I would probably set this up as a multilinear game, with the crops on the bottom, and the F/I on the top.
So know S > O > R, not FF, if P not 3 then P is F (or is P is I, then P is three), and if V > R then O is F.
Lets look at this question, where V is 2
_ _ _ _ _
_ V _ _ _
Since V must be before R, we know that O is fertilized. We also know there are now only twi things that could go first: P and S, so lets try out two scenarios with P and S.
F _ _ F _
P V S O R
We know that P is F, and that S O R are in order.
_ _ _ _ _
S V _ _ _
We know much less about this second scenario, but we know that if P is three, O is 4, and if O is three P is 5 or 4, so either way, one of the last two is fertilized.
HenrySeptember 24, 2023
Hi,
How can you be sure one of the last two is fertilized? Where is the proof?
Emil-KunkinOctober 4, 2023
Apologies if I wasn't clear earlier. There are two possibilities here, either s is third or s is first. The scenario where s is third is shown above, and in that case we know that O is fertilized in spot 4.

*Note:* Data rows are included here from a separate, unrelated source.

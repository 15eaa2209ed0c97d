"""Minimum-cost flow kernels on a residual graph in CSR form.

Compiled by numba where they are defined (:mod:`.._jit`; plain Python with
``NUMBA_DISABLE_JIT=1``); :mod:`.least_deadhead` builds the network.  The
network is a :data:`Residual` record: every arc slot ``a`` of node ``u``
(``first[u] <= a < first[u + 1]``) has a ``head``, a ``cost`` and the slot of
its reverse ``rev[a]`` (with cost ``-cost[a]``).  The flow's state, the
residual capacity ``cap[a]`` and the node prices, travels beside it.  Prices
are distance-like: the reduced cost of slot a from u to v is
``cost[a] + price[u] - price[v]``.

* :func:`cost_scaling`: push-relabel successive approximation (Goldberg &
  Tarjan, "Finding minimum-cost circulations by successive approximation",
  Math. Oper. Res. 15(3), 1990; FIFO discharge and the relabel rule as in
  Goldberg, "An efficient implementation of a scaling minimum-cost flow
  algorithm", J. Algorithms 22, 1997).  With costs multiplied by more than the
  number of nodes, a 1-optimal flow is optimal (Goldberg & Tarjan 1990, Thm 3.3
  in their numbering: epsilon < 1/n implies optimality for integer costs).
* :func:`tighten_prices`: queue relaxation until every residual arc has a
  non-negative reduced cost (exact LP duals of an optimal flow).
* :func:`repair`: re-balance a few units after arcs were added, by primal-dual
  shortest paths from exact duals (Ahuja, Magnanti & Orlin, Network Flows,
  1993, section 9.8).
* :func:`cancel_one_unit`: one step of successive shortest paths in reverse:
  take one unit off the flow from ``source`` to ``sink`` at least extra cost
  (Dijkstra on reduced costs; Ahuja, Magnanti & Orlin 1993, section 9.7).
"""

from __future__ import annotations

from collections import namedtuple

import numpy as np

from .._jit import jit

# The residual network in CSR form; see the module docstring.
Residual = namedtuple("Residual", "first head rev cost")
# A binary min-heap of (key, node) pairs in two arrays.
Heap = namedtuple("Heap", "keys nodes")

INF = np.int64(1) << np.int64(62)


@jit
def _heap_push(heap, size, key, node):
    """Binary min-heap of (key, node) pairs, ties by node (a deterministic order)."""
    keys, nodes = heap.keys, heap.nodes
    i = size
    while i > 0:
        parent = (i - 1) >> 1
        if keys[parent] < key or (keys[parent] == key and nodes[parent] <= node):
            break
        keys[i] = keys[parent]
        nodes[i] = nodes[parent]
        i = parent
    keys[i] = key
    nodes[i] = node
    return size + 1


@jit
def _heap_pop(heap, size):
    """Remove the top of the heap (read it from keys[0], nodes[0] first)."""
    keys, nodes = heap.keys, heap.nodes
    size -= 1
    key = keys[size]
    node = nodes[size]
    i = 0
    while True:
        child = 2 * i + 1
        if child >= size:
            break
        if child + 1 < size and (keys[child + 1] < keys[child] or (
                keys[child + 1] == keys[child] and nodes[child + 1] < nodes[child])):
            child += 1
        if key < keys[child] or (key == keys[child] and node <= nodes[child]):
            break
        keys[i] = keys[child]
        nodes[i] = nodes[child]
        i = child
    keys[i] = key
    nodes[i] = node
    return size


@jit
def update_prices(net, cap, price, excess, eps, dist, done, heap):
    """Global price update (Goldberg 1997, section 5): lower every price by eps
    times its distance to a node with a deficit, with arc lengths
    floor(reduced cost / eps) + 1.  Keeps eps-optimality and makes a shortest
    admissible path from every excess to a deficit.  The search stops once
    every node with an excess is reached; the rest count as that far away."""
    first, head, rev, cost = net.first, net.head, net.rev, net.cost
    n = first.shape[0] - 1
    size = 0
    waiting = 0  # nodes with an excess not yet reached
    for v in range(n):
        done[v] = False
        dist[v] = INF
        if excess[v] < 0:
            dist[v] = 0
            size = _heap_push(heap, size, np.int64(0), v)
        elif excess[v] > 0:
            waiting += 1
    top = np.int64(0)
    while size > 0 and waiting > 0:
        d = heap.keys[0]
        w = heap.nodes[0]
        size = _heap_pop(heap, size)
        if done[w]:
            continue
        done[w] = True
        top = d
        if excess[w] > 0:
            waiting -= 1
        pw = price[w]
        for b in range(first[w], first[w + 1]):
            a = rev[b]
            if cap[a] > 0:
                v = head[b]
                if done[v]:
                    continue
                step = (cost[a] + price[v] - pw) // eps + 1
                if step < 0:
                    step = 0
                nd = d + step
                if nd < dist[v]:
                    dist[v] = nd
                    size = _heap_push(heap, size, nd, v)
    for v in range(n):
        price[v] -= eps * (dist[v] if done[v] else top)


@jit
def _relabel(net, cap, price, u, eps):
    """Lower u's price just enough for one residual arc to become admissible
    (reduced cost -eps).  False if u has no residual arc at all."""
    first, head, cost = net.first, net.head, net.cost
    best = -INF
    for b in range(first[u], first[u + 1]):
        if cap[b] > 0:
            val = price[head[b]] - cost[b]
            if val > best:
                best = val
    if best == -INF:
        return False
    price[u] = best - eps
    return True


@jit
def _has_admissible(net, cap, price, current, v):
    """Advance v's current arc to its next admissible arc; False if none is left."""
    first, head, cost = net.first, net.head, net.cost
    pv = price[v]
    b = current[v]
    end = first[v + 1]
    while b < end:
        if cap[b] > 0 and cost[b] + pv - price[head[b]] < 0:
            break
        b += 1
    current[v] = b
    return b < end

In the case that S is first all we know is as follows
_ _ _ _ _
S V _ _ _
We know in this case that O is fertilized, since V must be before R. So, if O isn't third, then O must be fertilized in one of the last two slots. However, what happens if we put O third?
_ _ F _ _
S V O_ _
Well we actually know that one of the last two will be P, and since that p will not be in third, that p must be fertilized.
So, no matter what we do, we must have a fertilized option in one of the two last spots.